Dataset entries
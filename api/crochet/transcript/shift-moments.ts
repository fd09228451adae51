import { alignWords, plainWord } from './align-words.ts';
import { type Word } from './words.ts';

/** Words further than this from a moment say nothing of it, in milliseconds. */
const NEAR_MS = 20_000;

/**
 * How moments of one transcript of a recording stand in another: each goes where its words went.
 * @returns a function from a moment (ms) in the first to the one in the second; null where the words around it are not
 *   in the second
 */
export function followWords(before: readonly Word[], after: readonly Word[]): (ms: number) => number | null {
  const found = alignWords(
    before.map(({ text }) => plainWord(text)),
    after.map(({ text }) => plainWord(text)),
  );
  const pairs = found
    .flatMap((at, n) => (at < 0 ? [] : [{ from: before[at]!.startMs, to: after[n]!.startMs }]))
    .sort((a, b) => a.from - b.from);
  return (ms) => {
    let low = 0;
    let high = pairs.length;
    while (low < high) {
      const middle = (low + high) >> 1;
      if (pairs[middle]!.from <= ms) low = middle + 1;
      else high = middle;
    }
    const [left, right] = [pairs[low - 1], pairs[low]];
    const nearest = !left || (right && right.from - ms < ms - left.from) ? right : left;
    if (!nearest || Math.abs(nearest.from - ms) > NEAR_MS) return null;
    return Math.max(0, ms + nearest.to - nearest.from);
  };
}
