import { basesAfter, basesOnChain } from './bases.ts';
import { type Base } from './instruct/resolve.ts';
import { type Before, type Stretch, type Talk } from './read-line.ts';
import { type Token } from './tokens.ts';
import { sumOf } from './work/units.ts';

/** How many pieces back loops that were left are looked for. */
const PIECES_BACK = 8;

/** The places before a line, the likeliest first; none where they are not known. */
export function basesFor(
  talk: Talk,
  { from, to }: Stretch,
  before: Before,
  loops: 'both' | 'back' | 'front',
  words: readonly Token[],
): readonly Base[] {
  const { tokens } = talk;
  const last = before.piece.at(-1);
  const left = loops === 'both' ? null : loopsLeft(tokens, before.introFrom, to, before);
  if (left !== null) return [{ n: left, cost: 0 }];
  if (last === undefined && before.chains === null && loops !== 'both') return freeLoops(before, loops);
  if (last !== undefined)
    return layered(
      basesAfter(
        last,
        words.some((token) => token.kind === 'Z'),
      ),
      words,
    );
  if (before.chains === null) return [];
  const text = tokens
    .slice(from, to)
    .map((token) => token.text)
    .join(' ');
  const nth = tokens.slice(from, to).findIndex((token, n) => token.kind === 'O' && tokens[from + n + 1]?.kind === 'C');
  return basesOnChain({
    chains: before.chains,
    isJoined: before.chainJoined,
    bothSides:
      /\b(?:other side|underside|under side|bottom|back down|both sides|other edge|both edges|coming back|coming home|up one side|goes all around the chain)\b/.test(
        text,
      ),
    nth: nth < 0 ? null : Number(tokens[from + nth]!.value),
  });
}

/** Through both layers two places are worked as one. */
function layered(bases: readonly Base[], words: readonly Token[]): readonly Base[] {
  const text = words.map((token) => token.text).join(' ');
  if (!/\bboth (?:the )?(?:sides|layers|thicknesses)\b|\beach both sides\b/.test(text)) return bases;
  return bases.flatMap(({ n, cost }) => (n % 2 === 0 ? [{ n: n / 2, cost }] : []));
}

/** A piece that begins in loops grows on the last line that was worked in the other ones. */
function freeLoops(before: Before, loops: 'back' | 'front'): readonly Base[] {
  const line = before.all
    .slice(-PIECES_BACK)
    .flat()
    .findLast((one) => one.loops !== 'both' && one.loops !== loops && one.base !== null);
  return line === undefined || line.base === null ? [] : [{ n: line.base, cost: 0 }];
}

/** `the front loops left in round thirteen`: as many as that round had to work into. */
function loopsLeft(tokens: readonly Token[], from: number, to: number, before: Before): number | null {
  const text = tokens.slice(from, to);
  if (
    !text.some(
      (token) => token.kind === 'B' || token.text === 'loops' || token.text === 'line' || token.text === 'fence',
    )
  )
    return null;
  const last = before.piece.at(-1);
  for (let i = from; i < to; i++) {
    if (tokens[i]!.kind !== 'U' || tokens[i + 1]?.kind !== 'N') continue;
    const n = Number(tokens[i + 1]!.value);
    const lines = last === undefined ? before.all.slice(-PIECES_BACK).reverse().flat() : [...before.piece];
    if (last !== undefined && n >= (last.to ?? 0)) continue;
    const line = lines.find((one) => one.from !== null && one.from <= n && n <= (one.to ?? one.from));
    if (line !== undefined) return line.base ?? sumOf(line.units).uses;
  }
  return null;
}
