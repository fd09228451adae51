import { type Announced } from './announce/chain.ts';
import { readNumberList } from './announce/number-list.ts';
import { type ReadSoFar } from './bases.ts';
import { cornerBefore, edgeBefore } from './corner-before.ts';
import { basesFor } from './places-before.ts';
import { chooseWork, type Setting } from './instruct/choose-work.ts';
import { type Choice } from './instruct/judge-work.ts';
import { type Event } from './instruct/event.ts';
import { leadingTotal } from './instruct/leading-total.ts';
import { findEvents } from './instruct/find-events.ts';
import { lettersOf } from './instruct/letters.ts';
import { prune } from './instruct/prune.ts';
import { type Base } from './instruct/resolve.ts';
import { isInvisible, loopsOf } from './loops.ts';
import { copiesFor, linesNamed } from './references.ts';
import { type Sentences } from './sentences.ts';
import { type Token } from './tokens.ts';
import { findVague, type TokenSpan } from './vague.ts';
import { type Unit } from './work/units.ts';

/** The whole talk, with what is known of it before lines are read. */
export interface Talk {
  readonly tokens: readonly Token[];
  readonly sentences: Sentences;
  readonly skipped: readonly boolean[];
}

/** A line to read: its announcement and the tokens up to what comes next. */
export interface Stretch {
  readonly announced: Announced;
  readonly from: number;
  readonly to: number;
}

/** What stands before a line: the lines of its piece, of all pieces, and how the piece goes. */
export interface Before {
  readonly piece: readonly ReadSoFar[];
  readonly all: readonly (readonly ReadSoFar[])[];
  readonly chains: number | null;
  /** Where the piece's introduction begins, in which it may be told what the piece grows on. */
  readonly introFrom: number;
  readonly stitch: string;
  readonly chainCounts: boolean | null;
  readonly chainJoined: boolean;
  /** Whether the piece goes to and fro. */
  readonly isRows: boolean;
}

export interface ReadLineResult extends ReadSoFar {
  readonly count: number | null;
  readonly isRing: boolean;
  readonly isInvisible: boolean;
  /** Words that leave it open how the work goes on. */
  readonly vague: TokenSpan | null;
  readonly lead: number;
  readonly score: number;
  readonly cost: number;
  /** All phrases heard, and those that the work was taken from. */
  readonly events: readonly Event[];
  readonly used: readonly Event[];
}

/** Reads one announced line: its phrases, the places before it, and of all ways to take them the one that fits best. */
export function readSpokenLine(talk: Talk, stretch: Stretch, before: Before): ReadLineResult {
  const { tokens } = talk;
  const { announced, from, to } = stretch;
  const { candidate } = announced;
  const names = namesOfLines(tokens, stretch);
  const start = tokens.slice(from, candidate.mark).some((token) => 'SPDFE'.includes(token.kind))
    ? from
    : candidate.mark;
  const isOut = (i: number) =>
    i < start || talk.skipped[i] === true || names.has(i) || (i >= candidate.mark && i < candidate.end);
  const letters = lettersOf(tokens, from, to, talk.sentences, isOut);
  const words = tokens.slice(from, to).filter((_, n) => !isOut(from + n));
  const isRing =
    before.piece.length === 0 &&
    (before.chains === null || before.chainJoined) &&
    words.some((token) => token.kind === 'V');
  const heading = talk.sentences.startOf[candidate.mark]!;
  const lead = leadingTotal(tokens, from, candidate.mark);
  const events = [...lead, ...prune(findEvents(letters), tokens, heading, isRing)];
  const loops = loopsOf(tokens, from, to, (i) => talk.skipped[i] === true);
  const bases = isRing ? [] : basesFor(talk, stretch, before, loops, words);
  const named = linesNamed(tokens, from, to, announced.from ?? 0);
  const setting: Setting = {
    bases,
    stitch: stitchNamed(words, events) ?? (isSlipRow(words, before) ? 'slst' : before.stitch),
    chainCounts: chainRule(words) ?? before.chainCounts,
    corner: cornerBefore(before, stitchNamed(words, events) ?? before.stitch),
    edge: edgeBefore(before, stitchNamed(words, events) ?? before.stitch),
    isDoubtful: before.piece.at(-1)?.isDoubtful ?? false,
    copies: copiesFor(tokens, from, to, named, before.piece),
    heading,
    mayLeave: LEAVING.test(words.map((token) => token.text).join(' ')),
    isRing: !before.isRows,
    leavesOut: before.piece.findLast((line) => line.leavesOutInside !== null)?.leavesOutInside ?? false,
    isPlain: isPlainLine(words, events, announced),
    isTold: announced.from !== announced.to || isToldPlain(talk, stretch, isOut),
  };
  const vague = findVague(tokens, candidate.end, to, talk.sentences, events);
  const told = vague === null ? events : firstTelling(events, vague);
  const choice = chooseWork(told, vague === null ? setting : { ...setting, bases: [], isPlain: false, copies: [] });
  const rest = { loops, isRing, isInvisible: isInvisible(tokens, from, to), vague };
  return result(choice, announced, bases, events, rest, setting.isDoubtful);
}

/** Of a line whose end is left open, what its first sentence tells before that; bare totals left out. */
function firstTelling(events: readonly Event[], vague: TokenSpan): readonly Event[] {
  const before = events.filter((event) => event.at < vague.from && event.type !== 'around');
  const sentence = before.find((event) => event.type === 'unit')?.sentence;
  return before.filter((event) => event.sentence === sentence && !(event.type === 'number' && event.asTotal > 1));
}

/** Numbers that name lines and count nothing: `so that's 22 and 23`, `same as round 9`, `six in a ring, that's one`. */
function namesOfLines(tokens: readonly Token[], { announced, from, to }: Stretch): ReadonlySet<number> {
  const out = new Set<number>();
  const first = announced.from ?? 0;
  const last = announced.to ?? 0;
  const isUnnumbered = announced.candidate.end === announced.candidate.at;
  for (let i = from; i < to; i++) {
    if (tokens[i]!.kind !== 'N' && tokens[i]!.kind !== 'O') continue;
    const list = readNumberList(tokens, i, true);
    const isOwn = list !== null && list.to > list.from && list.to === last && list.from >= first && list.from > 0;
    const follows = tokens[i - 1]?.kind === 'U' || tokens[i - 1]?.kind === '#';
    const value = Number(tokens[i]!.value);
    const isNamed = follows && value <= last + 1;
    const isTag =
      isUnnumbered &&
      value === first &&
      tokens[i - 1]?.kind !== 'E' &&
      /[.,|]/.test(tokens[i + 1]?.kind ?? '.') &&
      /^(?:is|'s|that is|there is|it is)$/.test(tokens[i - 1]?.text ?? '');
    const isHead = isUnnumbered && value === first && i - from < 3 && ',.'.includes(tokens[i + 1]?.kind ?? '.');
    if (isOwn || isNamed || isTag || isHead) for (let j = i; j < (isOwn ? list.end : i + 1); j++) out.add(j);
  }
  return out;
}

const LEAVING =
  /\b(?:leave|leaving)\b(?! (?:one|two|three|four|five|six|\d+) alone).{0,12}\b(?:last|rest|alone|unworked|hat)\b|\bstop dead\b|\bjust the \w+\b|\bhalf the\b/;

const FABRIC = new Set(['sc', 'hdc', 'dc', 'tr']);

/** The stitch a line names; a slip stitch only where the line is made of them. */
function stitchNamed(words: readonly Token[], events: readonly Event[]): string | null {
  const named = words.find((token) => token.kind === 'S' && FABRIC.has(String(token.value)));
  if (named !== undefined) return String(named.value);
  const slips = events.some(
    (event) =>
      event.type === 'unit' &&
      event.fills &&
      event.options[0]!.some((unit) => unit.type === 'stitch' && unit.stitch === 'slst'),
  );
  return slips ? 'slst' : null;
}

/** What may speak against a reading and its lead over others so that a fault it shows is the maker's and not the reader's. */
const CLEAR_COST = 0.65;
const CLEAR_LEAD = 0.35;
const UNSURE_COST = 1;

/**
 * The verdict by what the words come to. A fault is only claimed where the words were understood plainly and stand on a
 * line that is sure; else the line is shown as not understood, which asks a person instead of blaming one.
 */
function verdictOf(choice: Choice, wasDoubtful: boolean): ReadSoFar['verdict'] {
  const isMisfit = choice.fit === 'misfit';
  if (!isMisfit && choice.said === null) return 'no-total';
  if (!isMisfit && choice.agrees === true) return 'agrees';
  if (wasDoubtful || choice.cost > CLEAR_COST || choice.lead < CLEAR_LEAD) return 'unread';
  return isMisfit ? 'does-not-fit' : 'differs';
}

/** How plainly a number must be said as a total to be taken for one where the work is not known. */
const SURE_SAID = 1.5;
/** A reading below this neither fits nor agrees. */
const DOUBTFUL = 0;

/** A single row along a chain that names no other stitch than the slip stitch is made of it. */
function isSlipRow(words: readonly Token[], before: Before): boolean {
  return (
    before.chains !== null &&
    before.piece.length === 0 &&
    words.some((token) => token.kind === 'S' && token.value === 'slst')
  );
}

function isPlainLine(words: readonly Token[], events: readonly Event[], { from, to }: Announced): boolean {
  const plain = words.some(
    (token) =>
      token.kind === 'F' || token.kind === 'E' || token.kind === 'A' || token.kind === 'B' || token.kind === 'M',
  );
  const shapes = events.some(
    (event) => event.type === 'unit' && event.options[0]!.some((unit) => unit.type !== 'stitch' || unit.inOne > 1),
  );
  return !shapes && (plain || from !== to || events.some((event) => event.type === 'unit'));
}

/** Whether the sentence that announces the line, or the next one, says that nothing happens, or goes into every stitch. */
function isToldPlain({ tokens, sentences }: Talk, { announced, to }: Stretch, isOut: (i: number) => boolean): boolean {
  const { mark } = announced.candidate;
  const end = sentences.isPunctuated ? (sentences.endOf[sentences.endOf[mark]!] ?? to) : to;
  for (let i = mark; i < Math.min(to, end); i++) if (!isOut(i) && 'FEAB'.includes(tokens[i]!.kind)) return true;
  return false;
}

const COUNTED =
  /\b(?:counts?|counting|stands? for|standing for|that is a stitch|that is your first|as a stitch|being the first|is a treble|included|that lad)\b/;
const NOT_COUNTED =
  /\b(?:(?:not|never|nobody|no|uncounted|isn't|doesn't|don't|won't)\b.{0,24}\b(?:count|counts|counted|stitch|anything)|ignore|which is nothing|that is nothing|uncounted|does nothing)\b/;

/** What the words say of a starting chain: whether it counts as a stitch. */
export function chainRule(words: readonly Token[]): boolean | null {
  if (!words.some((token) => token.kind === 'C')) return null;
  const text = words.map((token) => token.text).join(' ');
  if (NOT_COUNTED.test(text)) return false;
  return COUNTED.test(text) ? true : null;
}

function result(
  choice: Choice | null,
  announced: Announced,
  bases: readonly Base[],
  events: readonly Event[],
  rest: Pick<ReadLineResult, 'loops' | 'isRing' | 'isInvisible' | 'vague'>,
  wasDoubtful: boolean,
): ReadLineResult {
  const { from, to } = announced;
  const heard = events.filter((event) => event.type === 'number').sort((a, b) => b.asTotal - a.asTotal)[0];
  if (choice === null || rest.vague !== null) {
    const said = heard !== undefined && heard.asTotal >= SURE_SAID ? heard.n : null;
    return {
      isDoubtful: true,
      ...rest,
      from,
      to,
      units: choice?.units ?? [],
      base: bases[0]?.n ?? null,
      said,
      verdict: 'unread',
      left: null,
      leavesOutInside: null,
      count: null,
      lead: 0,
      score: 0,
      cost: 9,
      events,
      used: choice?.used ?? events,
    };
  }
  const verdict = verdictOf(choice, wasDoubtful);
  const isUnsure = wasDoubtful || choice.score < DOUBTFUL || choice.cost > UNSURE_COST || verdict !== 'no-total';
  const isDoubtful = verdict === 'unread' || (verdict !== 'agrees' && isUnsure);
  return {
    isDoubtful,
    ...rest,
    from,
    to,
    units: choice.units,
    base: choice.base,
    said: choice.said,
    verdict,
    count: verdict === 'unread' ? null : verdict === 'agrees' ? choice.said : choice.makes,
    left: choice.left,
    leavesOutInside: choice.leavesOutInside,
    lead: choice.lead,
    score: choice.score,
    cost: choice.cost,
    events,
    used: choice.used,
  };
}

/** Units of work in a chain line. */
export function chainUnits(n: number): readonly Unit[] {
  return [{ type: 'chain', many: n }];
}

» **ACTIVITY**: Reproduce the lines above, beginning at the line with "if (!/\bboth (?:the" and stopping after the line with "work into. */", exactly as they are.

» **RESULT BELOW**:
  if (!/\bboth (?:the )?(?:sides|layers|thicknesses)\b|\beach both sides\b/.test(text)) return bases;
  return bases.flatMap(({ n, cost }) => (n % 2 === 0 ? [{ n: n / 2, cost }] : []));
}

/** A piece that begins in loops grows on the last line that was worked in the other ones. */
function freeLoops(before: Before, loops: 'back' | 'front'): readonly Base[] {
  const line = before.all
    .slice(-PIECES_BACK)
    .flat()
    .findLast((one) => one.loops !== 'both' && one.loops !== loops && one.base !== null);
  return line === undefined || line.base === null ? [] : [{ n: line.base, cost: 0 }];
}

/** `the front loops left in round thirteen`: as many as that round had to work into. */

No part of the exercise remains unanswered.